Indebtedness coverage ratio is calculated as adjusted net loss and comprehensive loss plus interest expense divided by interest expense and mandatory principal payments on the Fund’s loans payable.





The Fund’s interest coverage ratio and indebtedness coverage ratio were each 0.82x during Q1-2024. The decline in both ratios during Q1-2024, relative to Q1-2023, was primarily due to increases in SOFR, partially offset by NOI growth. Although the interest coverage and indebtedness coverage ratios have been negatively impacted by the increases in SOFR, operating results for the Fund’s properties have remained favourable. During Q1-2024, the Fund covered any operating shortfall through cash on hand, including any proceeds from financing activities as applicable.

The Fund also utilizes interest rate caps, swaps or fixed rate debt in certain instances to protect the Fund from increases in SOFR beyond stipulated levels. As at March 31, 2024, the Fund’s weighted average interest rate was 5.78%.
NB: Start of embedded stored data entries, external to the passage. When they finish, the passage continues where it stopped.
import type { Change } from '@/lib/domain/orders/changes';
import type { CommandOf, KeyedSize, ReleasedLine } from '@/lib/domain/orders/commands';
import { no, type Deeds } from '@/lib/domain/orders/deed';
import type { Facts, SizeFact } from '@/lib/domain/orders/facts';
import { sizesToRepeat } from '@/lib/domain/orders/stand';
import { partnerFigures } from '@/lib/domain/sizes/partner-figures';
import { ok } from '@/lib/domain/result';

/** Releasing a rev and repeating it back. */
export const SIZES_DEEDS: Deeds<'release' | 'repeat_back'> = {
  release: (facts, command) => {
    const wrong = releaseProblem(facts, command);
    if (wrong !== null) return no(wrong);
    const number = (facts.latestRev ?? 0) + 1;
    const changed = command.lines.filter((line) => !standsAlready(facts, line));
    if (changed.length === 0) return no('These sizes stand already.');
    const keptLines = facts.lines.filter(
      (line) =>
        !changed.some((one) => one.lineId === line.id) && facts.sizes.some((size) => size.lineId === line.id),
    );
    const fresh: SizeFact[] = [];
    for (const line of changed) {
      for (const size of sizeFacts(facts, line, number)) {
        if (size === null)
          return no('No whole step of the other shop’s unit lies between these limits. Widen them.');
        fresh.push(size);
      }
    }
    const kept = facts.sizes.filter((size) => keptLines.some((line) => line.id === size.lineId));
    const stops: Change[] = facts.lines
      .filter((line) => line.started && changed.some((one) => one.lineId === line.id))
      .map((line) => ({ row: 'line', lineId: line.id, stopDue: true }));
    const settled: Change[] = facts.snags
      .filter((snag) => snag.state === 'approved' && snag.sizesDue)
      .map((snag) => ({ row: 'snag_set', snagId: snag.id, state: 'approved', sizesDue: false }));
    const rev: Change = {
      row: 'rev',
      number,
      reason: command.reason,
      changed,
      kept: keptLines.map((line) => line.id),
      sizes: [...kept, ...fresh],
    };
    return ok({
      changes: [rev, ...stops, ...settled],
      note: {
        rev: number,
        reason: command.reason,
        stop: stops.length > 0,
        sizes: distinct(fresh).map(sayable),
      },
    });
  },

  repeat_back: (facts, { rev, sizes }) => {
    if (facts.latestRev === null) return no('There are no sizes yet.');
    if (rev !== facts.latestRev)
      return no(`Rev ${facts.latestRev} has replaced rev ${rev}. Look at it first.`);
    const due = sizesToRepeat(facts);
    if (due.length === 0) return no('These sizes have been repeated back already.');
    const answered = due.map((asked) => ({
      asked,
      keyed: sizes.find((size) => size.lineId === asked.lineId && size.what === asked.what),
    }));
    const silent = answered.find(({ keyed }) => !keyed);
    if (silent) return no(`Key in both sizes of ${silent.asked.what}.`);
    const rows = answered.flatMap(({ asked, keyed }) =>
      keyed ? [{ ...keyed, since: asked.since, asked, matches: equals(asked, keyed) }] : [],
    );
    return ok({
      changes: [{ row: 'repeat_back', sizes: rows }],
      note: {
        rev,
        matches: rows.every((row) => row.matches),
        said: rows.map((row) => ({
          what: row.what,
          keyed: [row.lowerText, row.upperText],
          asked: [row.asked.lower, row.asked.upper],
          matches: row.matches,
        })),
      },
    });
  },
};

function releaseProblem(facts: Facts, { lines, reason }: CommandOf<'release'>): string | null {
  if (lines.length === 0) return 'There is nothing to release.';
  const refused = lines.find((line) => line.refused || line.sizes.length === 0);
  if (refused) return 'A sheet is not finished, or refuses its own sizes. Put it right first.';
  const unknown = lines.find((line) => !facts.lines.some((one) => one.id === line.lineId && one.needsSizes));
  if (unknown) return 'That line takes no sizes.';
  if (facts.latestRev !== null && reason.trim() === '')
    return `Say why this replaces rev ${facts.latestRev}.`;
  return null;
}

/** Whether a line's sizes are the ones that stand already: there is nothing to release then. */
export function standsAlready(facts: Facts, line: Pick<ReleasedLine, 'lineId' | 'sizes'>): boolean {
  const own = facts.sizes.filter((size) => size.lineId === line.lineId);
  return (
    own.length === line.sizes.length &&
    line.sizes.every((size) =>
      own.some(
        (old) =>
          old.feature === size.feature &&
          old.what === size.what &&
          old.lower === size.lower &&
          old.upper === size.upper &&
          old.target === size.target,
      ),
    )
  );
}

function sizeFacts(facts: Facts, line: ReleasedLine, since: number): (SizeFact | null)[] {
  const partnerUnit = facts.partner?.unit ?? facts.sender.unit;
  return line.sizes.map((size) => {
    const { feature, what, cutting, target, lower, upper } = size;
    const fact = { lineId: line.lineId, since, feature, what, cutting, target, lower, upper };
    if (partnerUnit === facts.sender.unit) return { ...fact, partner: null };
    const partner = partnerFigures(size, partnerUnit);
    return partner && { ...fact, partner };
  });
}

/** Equal to the limits in the sender's unit, or to the figures released in the partner's. Exactly; nothing is close. */
function equals(asked: SizeFact, keyed: KeyedSize): boolean {
  const same = (limits: { lower: number; upper: number }) =>
    keyed.lower === limits.lower && keyed.upper === limits.upper;
  return same(asked) || (asked.partner !== null && same(asked.partner));
}

function distinct(sizes: readonly SizeFact[]): SizeFact[] {
  return sizes.filter(
    (size, index) =>
      sizes.findIndex(
        (one) =>
          one.lineId === size.lineId &&
          one.what === size.what &&
          one.lower === size.lower &&
          one.upper === size.upper,
      ) === index,
  );
}

function sayable({ what, lower, upper, target }: SizeFact) {
  return { what, lower, upper, target };
}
CASH PROVIDED BY OPERATING ACTIVITIES RECONCILIATION TO FFO and AFFO

The Fund was formed as a “closed-end” trust with an initial term of three years, a targeted yield of 4.0% and a pre-tax targeted total annual return of 11% across all classes of units of the Fund. For Q1-2024, basic and diluted AFFO and AFFO per Unit were $(1,217) and $(0.04), respectively (Q1-2023 – $(1,026) and $(0.03)), representing a decrease of $191 and $0.01, primarily as a result of higher interest costs, partially offset by higher NOI at the Fund’s properties. The Fund covered any shortfall between cash used by operating activities, including interest costs1, through either cash from operating activities during such applicable periods, cash on hand, or the Fund Credit Facility, including any proceeds from financing activities as applicable.
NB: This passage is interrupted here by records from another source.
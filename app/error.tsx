'use client';

import { Broken, type BrokenProps } from '@/components/ui/broken';

export default function BrokenPage(props: BrokenProps) {
  return <Broken {...props} />;
}
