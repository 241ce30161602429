import { Wordmark } from '@/components/ui/wordmark';

export default function NotFound() {
  return (
    <>
      <header className="rail flex h-14 items-center bg-rail px-5">
        <a href="/bench" aria-label="Wiretag, to the bench">
          <Wordmark />
        </a>
      </header>
      <main className="mx-auto max-w-lg px-4 py-12">
        <h1 className="mb-3">There is nothing on this hook</h1>
        <p>
          The page does not exist, or it belongs to another shop. <a href="/bench">Back to the bench</a>
        </p>
      </main>
    </>
  );
}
A reconciliation of the Fund’s cash provided by operating activities determined in accordance with IFRS to FFO and AFFO for Q1-2024 and Q1-2023 is provided below:



Q1-2024

Q1-2023

Cash provided by operating activities

$          5,099

$          5,519

Less: interest costs

(6,801)

(6,153)

Cash used in operating activities – including interest costs

$         (1,702)

$            (634)

Add / (Deduct):



Change in non-cash operating working capital

588

102

Transaction costs

120

Change in restricted cash

(129)

(437)

Amortization of financing costs

(617)

(629)

FFO

$         (1,740)

$         (1,598)

Add / (Deduct):



Amortization of financing costs

664

686

Vacancy costs associated with the Fund’s properties upgrade program

10

40

Sustaining capital expenditures and suite or home renovation reserves

(151)

(154)

AFFO

$         (1,217)

$         (1,026)

SUBSEQUENT EVENTS

On April 9, 2024, the Fund amended the Emerson at Buda loan payable to extend the term by one year to April 9, 2025 and reduced the requirement to purchase a one-year interest rate cap to a six-month cap with a notional amount of $57,687 and 2.75% SOFR strike rate.

On April 24, 2024, the Fund extended the Fund’s credit facility term to December 31, 2024.
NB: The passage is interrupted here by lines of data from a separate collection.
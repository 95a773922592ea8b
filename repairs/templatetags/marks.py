"""The state of a record as a word with a shape that no damage symbol uses."""

from __future__ import annotations

from django import template
from django.utils.html import format_html
from django.utils.safestring import SafeString, mark_safe

from fleet.units import measure_write

register = template.Library()

_SHAPES = {
    "reported": "",
    "assessed": '<path d="M4.5 8h7"/>',
    "accepted": '<path d="M4.5 8h7M8 4.5v7"/>',
    "deferred": '<path d="M8 4.5V8h3.5"/>',
    "to_rectify": '<path d="M4.5 4.5l7 7M11.5 4.5l-7 7"/>',
    "rectified": '<path d="M4.5 8.5l2.5 3 4.5-7"/>',
    "closed": '<path d="M4.5 6h7M4.5 10h7"/>',
    "duplicate": '<path d="M1.5 14.5l13-13"/>',
    "voided": '<path d="M1.5 14.5l13-13"/>',
}
_URGENT = frozenset({"to_rectify"})


@register.filter
def about(value: float, unit: str) -> str:
    """A distance to be read at a glance: 11.1 in, 282 mm."""
    return measure_write(value, unit, digits=1 if unit == "in" else 0)


@register.simple_tag
def state_mark(row: object) -> SafeString:
    """ "assessed" and its square; urgent ones in the colour of what is overdue."""
    state = row.state  # type: ignore[attr-defined]
    words = row.get_state_display()  # type: ignore[attr-defined]
    shape = mark_safe(_SHAPES.get(state, ""))
    return format_html(
        '<span class="state{}"><svg viewBox="0 0 16 16" width="14" height="14" '
        'aria-hidden="true"><rect x="1.5" y="1.5" width="13" height="13"/>{}</svg> '
        "{}</span>",
        " bad" if state in _URGENT else "",
        shape,
        words,
    )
On May 1, 2024, the Fund amended the Ventura loan payable to extend the term to February 9, 2026, discharge its obligation to purchase a replacement interest rate cap and defer a portion of the debt service at the property, whereby the Fund can defer up to $125 per month subject to certain terms. The outstanding balance on any deferred amounts bears an interest at 12% per annum, compounded monthly, which is accrued and payable at the time of repayment of such loan.

On May 9, 2024, the Fund purchased a replacement interest rate cap for the Lyric loan payable with a three-month term, notional amount of $91,375 and 3.0% Term SOFR strike rate.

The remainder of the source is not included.